えー、世の中には、NO MUSIC, NO LIFEなどいう乙なフレーズがあるそうで。NO MONEY, NO WIFEなわたしのような無粋者にとってさえ、音楽とはまことに結構なものですな。

 じつは来月、音楽の起源に迫るという科学系の翻訳書を刊行させていただく予定になっております。『〈脳と文明〉の暗号』と、たいそう立派なタイトルの読み物ですが、これがわたしとしちゃ今年の訳書の出し納め。「へえ、もう納めちまうのかぃ。よっ、この納め上手!」って、んなこたぁ、ほっといて頂いてですね、この本の中に、Google絡みでちょいと面白い考察が出て参ります。

“音符”というキーワードで画像検索をしたら、どんな画像がヒットすると思うか、と。

「そりゃまぁ、真面目な楽譜とかじゃないの?」って気がしませんか? 実際の検索結果はここをクリックしてみてください。

 ははぁ。音符って、確かに、くねくね曲がって描かれる場合が多いよねぇ。……って、いや、そこが問題なんです。五線譜は本来、直線のはず。音波だって、聞き手に向かって直進してる。音量の大小はあっても、曲がりゃしません。音楽以外の音をイラストにするときは、くねらせたりしない。なのにどうして、音楽を視覚化するときだけ、曲がりくねった楽譜を描きたくなるんでしょうな?

 さあさあ、どうです? 不思議に思えてきましたね? 答えが知りたくなってきましたね?……おおっと、しかし残念! ここから先は、流石に申し上げられません。本のお代を払って頂いてからのお楽しみ。

 ってのは冗談ですが、なんと「音楽とは、人間の歩行音を模倣したものである」という大胆な仮説へ繋がっていきまして。到底ここじゃ根拠を説明しきれませんから、このへんでさておき、今はGoogle検索の話題のほうを広げたいと思います。

3)

 Google検索の基本技といえば、「いくつかの語を並べて関連情報を検索する」「いくつかの語を” “(半角の二重引用符)でくくって、そのフレーズを検索する」「適当な語を指定して、関連する画像を探す」あたりでしょうか。

 しかし、それだけじゃあ勿体ない。皆さんは * (半角のアスタリスク)の活用はなさってますか?

 この * とは「任意の語」を表わします。たとえば、冒頭に挙げたNO MUSIC, NO LIFEは、いろんなフレーズにパロディー化されてましてね。
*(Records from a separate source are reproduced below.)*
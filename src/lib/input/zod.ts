/**
 * The readers of this module as zod fields, for form schemas: each takes the text a form posts
 * (or nothing) and gives the value, or a field issue with the reader's message. Browser-safe.
 */
import { z } from 'zod';
import type { LengthUnit } from '$lib/estimating';
import { readLength, readVolume, type LengthOptions } from './length';
import { readMoney, readPercentBps, type MoneyOptions } from './money';
import { readNumber, type NumberOptions, type Read } from './number';

/** A text field, trimmed; missing is empty. */
export const textField = z
	.string()
	.optional()
	.transform((v) => (v ?? '').trim());

/** A required field read by `read`: empty gets the reader's own "Enter …" message. */
export function requiredField<T>(read: (text: string) => Read<T>) {
	return textField.transform((v, ctx) => {
		const r = read(v);
		if (!r.ok) {
			ctx.addIssue({ code: 'custom', message: r.message });
			return z.NEVER;
		}
		return r.value;
	});
}

/** A field read by `read` that may be left empty (`undefined`). */
export function optionalField<T>(read: (text: string) => Read<T>) {
	return textField.transform((v, ctx) => {
		if (!v) return undefined;
		const r = read(v);
		if (!r.ok) {
			ctx.addIssue({ code: 'custom', message: r.message });
			return z.NEVER;
		}
		return r.value;
	});
}

/** A number by `readNumber`. */
export const numberField = (options: NumberOptions) => requiredField((v) => readNumber(v, options));

/** A number by `readNumber`, or `undefined` when empty. */
export const optionalNumberField = (options: NumberOptions) =>
	optionalField((v) => readNumber(v, options));

/** An amount in `currency`, to its smallest unit, by `readMoney`. */
export const moneyField = (currency: string, options: MoneyOptions) =>
	requiredField((v) => readMoney(v, currency, options));

/** An amount in `currency` by `readMoney`, or `undefined` when empty. */
export const optionalMoneyField = (currency: string, options: MoneyOptions) =>
	optionalField((v) => readMoney(v, currency, options));

/** A percentage to basis points, by `readPercentBps`. */
export const percentBpsField = (label: string) => requiredField((v) => readPercentBps(v, label));

/** A length to inches, by `readLength` (plain numbers in `unit`); empty is `undefined`. */
export const optionalLengthField = (unit: LengthUnit, options: LengthOptions) =>
	optionalField((v) => readLength(v, unit, options));

/** A volume to cubic inches, by `readVolume`; empty is `undefined`. */
export const optionalVolumeField = optionalField(readVolume);
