/**
 * A version of a job's quote. `input` is the whole `EstimateInput` it was built from (the
 * measure, the store settings and a copy of every price used) and `result` the engine's answer,
 * so every figure the customer sees is reproducible. Once sent, a quote is frozen (a trigger
 * refuses changes to what it says); an edit makes the next version.
 */
export const quote = pgTable(
	'quote',
	{
		id: id(),
		organizationId: storeId(),
		jobId: text('job_id').notNull(),
		version: integer('version').notNull(),
		status: quoteStatus('status').notNull().default('draft'),
		input: jsonb('input').$type<EstimateInput>().notNull(),
		result: jsonb('result').$type<EstimateResult>().notNull(),
		currency: text('currency').notNull(),
		subtotalCents: integer('subtotal_cents').notNull(),
		taxCents: integer('tax_cents').notNull(),
		totalCents: integer('total_cents').notNull(),
		depositCents: integer('deposit_cents').notNull(),
		validUntil: timestamp('valid_until', { withTimezone: true }),
		sentAt: timestamp('sent_at', { withTimezone: true }),
		sentTo: text('sent_to'),
		acceptedAt: timestamp('accepted_at', { withTimezone: true }),
		acceptedName: text('accepted_name'),
		acceptedIp: text('accepted_ip'),
		acceptedUserAgent: text('accepted_user_agent'),
		changeNote: text('change_note'),
		changeRequestedAt: timestamp('change_requested_at', { withTimezone: true }),
		createdBy: text('created_by').references(() => user.id, { onDelete: 'set null' }),
		...timestamps
	},
	(t) => [
		unique('quote_job_version_uq').on(t.organizationId, t.jobId, t.version),
		unique('quote_id_organization_uq').on(t.id, t.organizationId),
		foreignKey({
			name: 'quote_job_same_store_fk',
			columns: [t.jobId, t.organizationId],
			foreignColumns: [job.id, job.organizationId]
		}).onDelete('cascade'),
		storeIsolation
	]
).enableRLS();

export const paymentPurpose = pgEnum('payment_purpose', ['deposit', 'balance', 'change_order']);
export const paymentMethod = pgEnum('payment_method', [
	'card',
	'cash',
	'cheque',
	'card_terminal',
	'bank_transfer'
]);
export const paymentStatus = pgEnum('payment_status', [
	'pending',
	'succeeded',
	'failed',
	'refunded'
]);

/**
 * One payment of a job: by card through Stripe Checkout, or taken in the store. Amounts are
 * integers in the currency's smallest unit; `refunded_cents` never exceeds `amount_cents`.
 */
export const payment = pgTable(
	'payment',
	{
		id: id(),
		organizationId: storeId(),
		jobId: text('job_id').notNull(),
		quoteId: text('quote_id'),
		purpose: paymentPurpose('purpose').notNull(),
		method: paymentMethod('method').notNull(),
		status: paymentStatus('status').notNull().default('pending'),
		currency: text('currency').notNull(),
		amountCents: integer('amount_cents').notNull(),
		refundedCents: integer('refunded_cents').notNull().default(0),
		feeCents: integer('fee_cents'),
		/** Cheque number, terminal slip, transfer reference: what the store wrote down. */
		reference: text('reference').notNull().default(''),
		failureMessage: text('failure_message'),
		/**
		 * Why a paid Checkout Session naming this payment was not taken as paying it (its amount or
		 * currency differs); flagged on the reconciliation page. The payment stays unpaid.
		 */
		mismatch: text('mismatch'),
		stripeCheckoutSessionId: text('stripe_checkout_session_id').unique(),
		stripePaymentIntentId: text('stripe_payment_intent_id').unique(),
		stripeChargeId: text('stripe_charge_id').unique(),
		stripeBalanceTransactionId: text('stripe_balance_transaction_id'),
		/** The change order this pays (purpose `change_order` only); see `change_order`. */
		changeOrderId: text('change_order_id'),
		checkoutUrl: text('checkout_url'),
		checkoutExpiresAt: timestamp('checkout_expires_at', { withTimezone: true }),
		recordedBy: text('recorded_by').references(() => user.id, { onDelete: 'set null' }),
		succeededAt: timestamp('succeeded_at', { withTimezone: true }),
		...timestamps
	},
	(t) => [
		index('payment_job_idx').on(t.organizationId, t.jobId),
		index('payment_created_idx').on(t.organizationId, t.createdAt),
		// The desk's payments that don't reconcile, oldest first (migration 0023).
		index('payment_mismatch_idx')
			.on(t.organizationId, t.updatedAt)
			.where(sql`${t.mismatch} is not null`),
		unique('payment_id_organization_uq').on(t.id, t.organizationId),
		foreignKey({
			name: 'payment_job_same_store_fk',
			columns: [t.jobId, t.organizationId],
			foreignColumns: [job.id, job.organizationId]
		}).onDelete('restrict'),
		foreignKey({
			name: 'payment_quote_same_store_fk',
			columns: [t.quoteId, t.organizationId],
			foreignColumns: [quote.id, quote.organizationId]
		}).onDelete('restrict'),
		// The change order of the same job; a payment of another job's change order cannot exist.
		foreignKey({
			name: 'payment_change_order_same_job_fk',
			columns: [t.changeOrderId, t.jobId, t.organizationId],
			foreignColumns: [changeOrder.id, changeOrder.jobId, changeOrder.organizationId]
		}).onDelete('restrict'),
		// One live payment per change order: a second checkout or an in-store payment is refused
		// until the first has failed (an expired or replaced checkout is marked failed first).
		uniqueIndex('payment_change_order_once_uq')
			.on(t.organizationId, t.changeOrderId)
			.where(sql`${t.changeOrderId} is not null and ${t.status} <> 'failed'`),
		check(
			'payment_change_order_purpose',
			sql`(${t.purpose} = 'change_order') = (${t.changeOrderId} is not null)`
		),
		check('payment_amount_positive', sql`${t.amountCents} > 0`),
		check(
			'payment_refund_within',
			sql`${t.refundedCents} >= 0 and ${t.refundedCents} <= ${t.amountCents}`
		),
		storeIsolation
	]
).enableRLS();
どんなのがあるか調べたければ、”NO * NO LIFE”と、 * を交えて” “でくくって検索すればOK。 * の部分にいろんな語が入ったフレーズをまとめて検索できるってわけです。結果はこちらで、いやはや皆さん、いろんな物がないと生きていけないようですな。

 まぁこれはあまり役に立たない例でしたが、もっとまともなケース——英文メールを書くときなど——にも非常に役立ちます。
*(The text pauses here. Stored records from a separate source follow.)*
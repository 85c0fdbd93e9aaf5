import * as jobs from '$lib/server/db/queries/jobs';
import * as measures from '$lib/server/db/queries/measures';
import * as priceBook from '$lib/server/db/queries/price-book';
import * as sites from '$lib/server/db/queries/sites';
import { visiblePriceBook } from '$lib/server/figures';
import { inStore, readInStore } from '$lib/server/db/tenant';
import { tradeSettingsFor } from '$lib/server/store-settings';
import { requirePermission } from '$lib/server/guards';
import { readJsonText, readNumber } from '$lib/input';
import { requireJob } from '$lib/server/object-access';
import { emptyMeasure, measureDraftSchema, type MeasureDraft } from '$lib/measure/draft';
import { sameDraft } from '$lib/measure/local';
import { mergeMeasures, type Side } from '$lib/measure/merge';
import { applyFields, applyOp, fieldId } from '$lib/measure/ops';
import { error, fail, redirect } from '@sveltejs/kit';
import type { Actions, PageServerLoad } from './$types';

export const load: PageServerLoad = async ({ params, url }) => {
	const { store, user, grants, scope } = requirePermission({ job: ['update'] });
	const { job, stored, trade, items, site } = await readInStore(store.id, async (tx) => {
		const job = await jobs.readForViewer(tx, params.id, scope);
		if (!job) error(404, 'Not found');
		return {
			job,
			stored: await measures.read(tx, job.id),
			trade: await tradeSettingsFor(tx),
			items: await priceBook.list(tx),
			site: await sites.forJob(tx, job.id)
		};
	});
	const book = priceBook.toPriceBook(items, trade.currency);
	const builtYear = site?.builtYear ? String(site.builtYear) : '';
	return {
		job: { id: job.id, number: job.number, title: job.title, customerName: job.customerName },
		measure: stored ?? {
			draft: { ...emptyMeasure(), builtYear },
			version: 0,
			updatedAt: null,
			updatedByName: null
		},
		settings: trade.settings,
		priceBook: visiblePriceBook(grants, book),
		floors: book.floors.map((f) => ({ id: f.id, name: f.name, kind: f.kind })),
		site: site ? { label: site.label, address: site.address, builtYear: site.builtYear } : null,
		room: url.searchParams.get('room'),
		confirmRemove: url.searchParams.get('remove'),
		userName: user.name
	};
};

/** The draft the form was drawn from, sent back with it (a copy: zod shares default lists). */
function formDraft(form: FormData, field: string): MeasureDraft | undefined {
	const json = readJsonText(String(form.get(field) ?? ''));
	if (!json.ok) return undefined;
	const parsed = measureDraftSchema.safeParse(json.value);
	return parsed.success ? structuredClone(parsed.data) : undefined;
}

/** A version number the form carries (`baseVersion`), or undefined when it is not one. */
function versionOf(form: FormData, field: string): number | undefined {
	const r = readNumber(String(form.get(field) ?? ''), {
		label: 'the version',
		integer: true,
		// The version is a PostgreSQL integer.
		max: 2_147_483_647
	});
	return r.ok ? r.value : undefined;
}

/** Someone saved first: nothing is written, and the page shows both (`baseVersion`: mine's). */
function conflictOf(
	current: Awaited<ReturnType<typeof measures.read>>,
	mine: MeasureDraft,
	baseVersion: number,
	base?: MeasureDraft
) {
	return fail(409, {
		conflict: {
			current: current ?? {
				draft: emptyMeasure(),
				version: 0,
				updatedAt: null,
				updatedByName: null
			},
			mine,
			baseVersion,
			base
		}
	});
}

export const actions: Actions = {
	/**
	 * The editor without JavaScript: every field is named by its path in the draft, the draft it
	 * was drawn from comes along, and the button pressed is an operation (add a hole, a room...).
	 * The result is saved on top of the version the form was drawn from, or refused with both.
	 */
	save: async ({ request, params, url }) => {
		const member = requirePermission({ job: ['update'] });
		await requireJob(member, params.id);
		const { store, user, scope } = member;
		const form = await request.formData();
		const baseVersion = versionOf(form, 'baseVersion');
		const drawn = formDraft(form, '_draft');
		if (!drawn || baseVersion === undefined) {
			return fail(400, { message: 'The form was not sent whole: reload the page and try again.' });
		}
		const draft: MeasureDraft = structuredClone(drawn);
		applyFields(draft, form.entries());
		const op = String(form.get('op') ?? 'save');
		let room = String(form.get('room') ?? '');
		let focus: string | undefined;
		let askRemove: string | undefined;
		if (op.startsWith('remove-room:')) askRemove = op.slice('remove-room:'.length);
		else {
			const done = applyOp(draft, op);
			if (done.selected !== undefined) room = done.selected ?? '';
			focus = done.focus;
		}
		const checked = measureDraftSchema.safeParse(draft);
		if (!checked.success) {
			return fail(400, {
				draft,
				message: 'Some fields are too long or not valid',
				issues: checked.error.issues.map((i) => ({ path: i.path.join('.'), message: i.message }))
			});
		}
		const saved = sameDraft(drawn, draft)
			? { ok: true as const }
			: await inStore(store.id, async (tx) => {
					const result = await measures.save(tx, params.id, checked.data, baseVersion, user.id);
					if (result.ok || result.reason === 'conflict') return result;
					const job = await jobs.readForViewer(tx, params.id, scope);
					return job ? result : ({ ok: false, reason: 'no_job' } as const);
				});
		if (!saved.ok) {
			if (saved.reason === 'conflict') return conflictOf(saved.current, draft, baseVersion, drawn);
			if (saved.reason === 'no_job') error(404, 'Not found');
			return conflictOf(undefined, draft, baseVersion, drawn);
		}
		const query = new URLSearchParams();
		if (room) query.set('room', room);
		if (askRemove) query.set('remove', askRemove);
		redirect(303, `${url.pathname}?${query}${focus ? `#${fieldId(focus)}` : ''}`);
	},

	/** Settles a conflict without JavaScript: a side for each room, saved on top of theirs. */
	resolve: async ({ request, params, url }) => {
		const member = requirePermission({ job: ['update'] });
		await requireJob(member, params.id);
		const { store, user, scope } = member;
		const form = await request.formData();
		const mine = formDraft(form, '_mine');
		const theirVersion = versionOf(form, 'baseVersion');
		const mineVersion = versionOf(form, 'mineVersion') ?? 0;
		if (!mine || theirVersion === undefined) {
			return fail(400, { message: 'The form was not sent whole: reload the page and try again.' });
		}
		const all = form.get('all');
		const side = (v: FormDataEntryValue | null): Side => (v === 'theirs' ? 'theirs' : 'mine');
		const outcome = await inStore(store.id, async (tx) => {
			const current = await measures.read(tx, params.id);
			if (!current && !(await jobs.readForViewer(tx, params.id, scope)))
				return { kind: 'no_job' } as const;
			const theirs = current ?? { draft: emptyMeasure(), version: 0 };
			// Someone saved again while this one was choosing: choose again against the newest.
			if (theirs.version !== theirVersion) return { kind: 'conflict', current } as const;
			const rooms: Record<string, Side> = {};
			for (const r of [...theirs.draft.rooms, ...mine.rooms])
				rooms[r.id] = all ? side(all) : side(form.get(`pick.${r.id}`));
			const merged = mergeMeasures(theirs.draft, mine, {
				rooms,
				builtYear: all ? side(all) : side(form.get('pick.builtYear'))
			});
			if (sameDraft(theirs.draft, merged)) return { kind: 'saved' } as const;
			const saved = await measures.save(tx, params.id, merged, theirs.version, user.id);
			if (saved.ok) return { kind: 'saved' } as const;
			if (saved.reason === 'conflict') return { kind: 'conflict', current: saved.current } as const;
			return { kind: 'no_job' } as const;
		});
		if (outcome.kind === 'no_job') error(404, 'Not found');
		if (outcome.kind === 'conflict') return conflictOf(outcome.current, mine, mineVersion);
		redirect(303, url.pathname);
	}
};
 で、さらに重大な情報として、この * は日本語検索でも使えるってことをご存知でしたか?

 たとえば、何かの文章の中で「記者の態度が」と書きかけて、いや待てよ、「記者の○○な態度が」とひとこと挟みたいな、と思ったとしましょう。ここで、 * の出番です。”記者の*な態度”と検索すれば、この検索結果のように、「無礼な」「横柄な」「高飛車な」「意地っ張りな」「不誠実な」といった悪い形容のほか、「真摯な」「冷静な」「正当な」「あからさまな」「得意げな」など、いろんな方向性の修飾語句を一望できるって寸法です。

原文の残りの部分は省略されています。